* _Problem to solve_: Please give back, exactly as written, only the line containing "Access, listed: analyses.ListedAnalysis)" and every line after it until the data below ends.

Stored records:
import { headlineWords } from '#lib/analysis/words/headlineWords.ts';
import type { Plan } from '#lib/contracts/plan.ts';
import { InputError } from '#lib/remarks/inputError.ts';
import type { Access } from '#lib/server/access.ts';
import { compute } from '#lib/server/jobs/pool.ts';
import * as analyses from '#lib/server/repositories/analyses.ts';
import * as names from '#lib/server/repositories/names.ts';
import type { ListedRun } from '#lib/server/repositories/overlapRunRows.ts';
import * as openings from '#lib/server/repositories/openings.ts';
import * as overlapRuns from '#lib/server/repositories/overlapRuns.ts';
import * as reports from '#lib/server/repositories/reports.ts';
import * as texts from '#lib/server/repositories/texts.ts';
import { treeInText, type TreeSet } from '#lib/server/repositories/treeSetRows.ts';
import * as treeSets from '#lib/server/repositories/treeSets.ts';
import { findRenewals } from './analyses/renewals.server.ts';
import { questionParts } from './questionParts.ts';
import { restsOnOld } from './reports/restsOnOld.server.ts';
import { tinyTree } from './tinyTree.ts';
import { tinyWing } from './tinyWing.ts';

/** Larger texts are not read again for the sake of a thumbnail; unit: tips in the text. */
const DRAWN_UP_TO_TIPS = 20_000;
const WINGS_SHOWN = 6;
const LINES_SHOWN = 5;

/** What the home of a study shows besides its margin. */
export async function studyHome(access: Access, study: string) {
	const trees = await treeSets.list(access);
	const runs = await overlapRuns.list(access);
	const asked = await analyses.list(access);
	const saved = await reports.list(access);
	const pairs = (await names.matching(access))?.pairs ?? null;
	const drawable = await openings.drawable(access, runs);
	const renewed = new Set((await findRenewals(access, asked)).map(({ before }) => before));
	const order = dataOrder(trees[0]?.tips ?? [], pairs ?? []);
	return {
		asked: questionParts({ study, sharedSpecies: pairs?.length ?? null, ...choicesOf({ trees, runs, plan: asked[0]?.plan }) }),
		trees: trees.map(treeFacts),
		drawing: await drawnTree(trees),
		runs: await Promise.all(
			runs.slice(0, WINGS_SHOWN).map(({ id, label }) => thumbnail(access, { id, label, order: drawable.has(id) ? order : null }))
		),
		moreRuns: Math.max(0, runs.length - WINGS_SHOWN),
		analyses: await Promise.all(
			asked
				.slice(0, LINES_SHOWN)
				.map(async (listed) => ({ ...(await analysisLine(access, listed)), isRenewed: renewed.has(listed.id) }))
		),
		wasRenewed: renewed.size > 0,
		moreAnalyses: Math.max(0, asked.length - LINES_SHOWN),
		reports: await Promise.all(saved.slice(0, LINES_SHOWN).map((report) => reportLine(access, report, asked)))
	};
}

type Kept = { trees: readonly TreeSet[]; runs: readonly ListedRun[]; plan: Plan | undefined };

/** What was asked last, as far as it still stands; else the newest materials. */
function choicesOf({ trees, runs, plan }: Kept) {
	const tree = trees.find(({ id }) => id === plan?.treeSet) ?? trees[0];
	const run = runs.find(({ id }) => id === plan?.overlapRun) ?? runs[0];
	return {
		measure: run?.measure ?? null,
		trees:
			tree === undefined
				? null
				: { label: tree.label, treeCount: tree.treeCount, tree: tree.id === plan?.treeSet ? plan.tree : ('all' as const) },
		alternative: plan?.alternative ?? ('less' as const)
	};
}

function treeFacts({ id, label, kind, treeCount, tipCount, rootAge, ageUnit, ultrametricSpread, polytomies }: TreeSet) {
	return { id, label, kind, treeCount, tipCount, rootAge, ageUnit, ultrametricSpread, polytomies };
}

/** The newest summary tree as a path, else the newest tree; null when there is none or its text is long. */
async function drawnTree(trees: readonly TreeSet[]): Promise<string | null> {
	const short = trees.filter(({ tipCount, treeCount, rootAge }) => rootAge !== null && tipCount * treeCount <= DRAWN_UP_TO_TIPS);
	const chosen = short.find(({ kind }) => kind === 'summary') ?? short[0];
	if (chosen === undefined) return null;
	const text = await texts.load(chosen.textHash);
	const tree = treeInText(chosen.chosen, 0);
	try {
		return tinyTree(await compute('treeStructure', { text, tree, spreadConfirmed: chosen.spreadConfirmed }));
	} catch (refused) {
		// A tree that still needs a person, such as one whose tips end apart, is kept but has no ages to draw.
		if (refused instanceof InputError) return null;
		throw refused;
	}
}

/** Names of the data in tree order. */
function dataOrder(tips: readonly string[], pairs: readonly { readonly tip: string; readonly species: string }[]): string[] {
	const nameOf = new Map(pairs.map(({ tip, species }) => [tip, species]));
	return tips.map((tip) => nameOf.get(tip) ?? tip);
}

type Thumbnail = { id: string; label: string; /** null where it stays folded */ order: readonly string[] | null };

async function thumbnail(access: Access, { id, label, order }: Thumbnail) {
	const run = order === null ? null : await overlapRuns.find(access, id);
	return { id, label, wing: run === null || order === null ? null : tinyWing(run, order) };
}

async function analysisLine(access: Access, listed: analyses.ListedAnalysis) {
	const { id, status, headline, failure, plan, createdAt, finishedAt, treeSetId } = listed;
	const tree = await treeSets.findKept(access, treeSetId);
	return {
		id,
		status,
		title: headline?.title ?? null,
		figures:
			headline === null ? null : headlineWords(headline, { alternative: plan.alternative, ageUnit: tree?.ageUnit ?? 'Ma' }),
		failure: failure?.message ?? null,
		at: finishedAt ?? createdAt,
		isOutOfDate: status === 'finished' && (await analyses.outOfDate(access, listed)).length > 0
	};
}

async function reportLine(access: Access, report: reports.Report, asked: readonly analyses.ListedAnalysis[]) {
	const { id, title, author, changedAt } = report;
	return { id, title, author, changedAt, isOutOfDate: await restsOnOld(access, report, asked) };
}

* _Exercise output_:
async function analysisLine(access: Access, listed: analyses.ListedAnalysis) {
	const { id, status, headline, failure, plan, createdAt, finishedAt, treeSetId } = listed;
	const tree = await treeSets.findKept(access, treeSetId);
	return {
		id,
		status,
		title: headline?.title ?? null,
		figures:
			headline === null ? null : headlineWords(headline, { alternative: plan.alternative, ageUnit: tree?.ageUnit ?? 'Ma' }),
		failure: failure?.message ?? null,
		at: finishedAt ?? createdAt,
		isOutOfDate: status === 'finished' && (await analyses.outOfDate(access, listed)).length > 0
	};
}

async function reportLine(access: Access, report: reports.Report, asked: readonly analyses.ListedAnalysis[]) {
	const { id, title, author, changedAt } = report;
	return { id, title, author, changedAt, isOutOfDate: await restsOnOld(access, report, asked) };
}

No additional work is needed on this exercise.